Alcobra is represented by Vinson & Elkins LLP, Gornitzky & Co. and ZAG-S&W LLP.

About Alcobra
Alcobra Ltd. (the “Company”) is an emerging pharmaceutical company primarily focused on the development and commercialization of medications to treat CNS and cognitive disorders. For more information, please visit the company's website, www.alcobra-pharma.com, the content of which is not incorporated herein by reference.

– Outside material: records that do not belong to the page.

/**
 * The event model and configuration of ../shared/SPEC.md §1–2, shared by every layer.
 * Pure: no I/O.
 */

export type Side = 'supply' | 'demand';

/** Where a unit is and what it has or needs: the fields every pair test reads. */
export interface UnitPlace {
  /** Location: lat/lon in degrees (haversine) or x/y in km (euclidean). */
  readonly lat?: number;
  readonly lon?: number;
  readonly x?: number;
  readonly y?: number;
  /** Supply capabilities. */
  readonly has?: readonly string[];
  /** Demand requirements: allowed only if `needs ⊆ has`. */
  readonly needs?: readonly string[];
}

/** A validated arrival (SPEC §1). Times are integer ms since the Unix epoch. */
export interface ArrivalEvent extends UnitPlace {
  readonly type: Side;
  readonly id: string;
  readonly market: string;
  readonly t: number;
  /** Last instant the unit is available; null means `t + patience` of its side. */
  readonly until: number | null;
}

/** A validated withdraw: ends the id's latest occurrence with `t ≤` this event's `t`. */
export interface WithdrawEvent {
  readonly type: 'withdraw';
  readonly id: string;
  readonly market: string;
  readonly t: number;
  readonly side: Side;
}

export type PairflowEvent = ArrivalEvent | WithdrawEvent;

/** Where an event or a reject came from: file and 1-based line, or Avro block/record. */
export interface SourcePosition {
  /** The file; for a Kafka record, its topic. */
  readonly file: string;
  /** 1-based line for JSON Lines; for Avro the 1-based record number in the file; for Kafka the record's offset. */
  readonly line: number;
  /** Avro only: 0-based block index and record index within the block. */
  readonly block?: number;
  readonly record?: number;
  /** Kafka only: the record's partition and offset. */
  readonly partition?: number;
  readonly offset?: number;
}

/** An event with its place in the input; `seq` gives the stable file order. */
export interface SourcedEvent {
  readonly event: PairflowEvent;
  readonly pos: SourcePosition;
  readonly seq: number;
}

/** A rejected line or record (SPEC §1): written to the rejects output, counted. */
export interface Reject {
  readonly pos: SourcePosition;
  readonly reason: string;
  /** The raw text of the line (JSONL) or a JSON rendering of the record (Avro), cut to 2 kB. */
  readonly raw: string;
}

export type Metric = 'haversine' | 'euclidean';
export type CommitMode = 'all' | 'due';

/** The cost-model and policy configuration of SPEC §2 (every field optional in the file). */
export interface PairflowConfig {
  /** @default 'haversine' */
  readonly metric: Metric;
  /** @default 25 */
  readonly speedKmh: number;
  /** @default 15 */
  readonly maxTravelMin: number;
  /** @default 1.0 */
  readonly waitWeight: number;
  /** P, the cost of a demand occurrence never matched. @default 30 */
  readonly abandonPenalty: number;
  /** R, the cost of deferring a demand that is not at its last chance; null means P. @default null */
  readonly reserve: number | null;
  /** @default 10 */
  readonly demandPatienceMin: number;
  /** @default 30 */
  readonly supplyPatienceMin: number;
  /** W. @default 5000 */
  readonly windowMs: number;
  /** @default 2000 */
  readonly allowedLatenessMs: number;
  /** @default 5000 */
  readonly idleMs: number;
  /** @default 'all' */
  readonly commit: CommitMode;
}

export const DEFAULT_CONFIG: PairflowConfig = Object.freeze({
  metric: 'haversine',
  speedKmh: 25,
  maxTravelMin: 15,
  waitWeight: 1.0,
  abandonPenalty: 30,
  reserve: null,
  demandPatienceMin: 10,
  supplyPatienceMin: 30,
  windowMs: 5000,
  allowedLatenessMs: 2000,
  idleMs: 5000,
  commit: 'all',
});

/** R as used by the policy: the configured reserve, or P when it is null. */
export function reserveOf(config: PairflowConfig): number {
  return config.reserve ?? config.abandonPenalty;
}

/** The last instant of availability of an arrival: `until`, or `t + patience` of its side. */
export function untilOf(ev: ArrivalEvent, config: PairflowConfig): number {
  if (ev.until !== null) return ev.until;
  const patienceMin = ev.type === 'demand' ? config.demandPatienceMin : config.supplyPatienceMin;
  return ev.t + Math.round(patienceMin * 60_000);
}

Important Additional Information
The Company, its directors and certain of its executive officers are participants in the solicitation of proxies from the Company’s shareholders in connection with the extraordinary general meeting of shareholders (the “Extraordinary General Meeting”) called to be held on May 23, 2017 by Brosh Capital, L.P., Exodus Capital L.P., Exodus Management Israel Ltd. and Amir Efrati. The Company has filed a proxy statement and GOLD proxy card on Form 6-K with the SEC in connection with such solicitation of proxies from the Company’s shareholders. SHAREHOLDERS OF THE COMPANY ARE STRONGLY ENCOURAGED TO READ SUCH PROXY STATEMENT, ACCOMPANYING GOLD PROXY CARD AND ALL OTHER DOCUMENTS FILED WITH THE SEC CAREFULLY AND IN THEIR ENTIRETY AS THEY WILL CONTAIN IMPORTANT INFORMATION. Information regarding the identity of the participants, and their direct or indirect interests, by security holdings or otherwise, is set forth in the proxy statement and other materials to be filed with the SEC in connection with the Extraordinary General Meeting. Shareholders will be able to obtain the proxy statement, any amendments or supplements thereto and other documents filed by the Company with the SEC at no charge at the SEC’s website at www.sec.gov.

Forward Looking Statements
This press release contains forward-looking statements within the meaning of the "safe harbor" provisions of the Private Securities Litigation Reform Act of 1995 and other Federal securities laws. Because such statements deal with future events and are based on the Company’s current expectations, they are subject to various risks and uncertainties and actual results, performance or achievements of the Company could differ materially from those described in or implied by the statements in this press release. For example, forward-looking statements include statements regarding the timing and content of future communications to investors. The forward-looking statements contained or implied in this press release are subject to other risks and uncertainties, including those discussed under the heading “Risk Factors” in the Company’s Annual Report on Form 20-F for the fiscal year ended December 31, 2015, filed with the Securities and Exchange Commission (SEC) and in subsequent filings with the SEC. Except as otherwise required by law, the Company disclaims any intention or obligation to update or revise any forward-looking statements, which speak only as of the date they were made, whether as a result of new information, future events or circumstances or otherwise.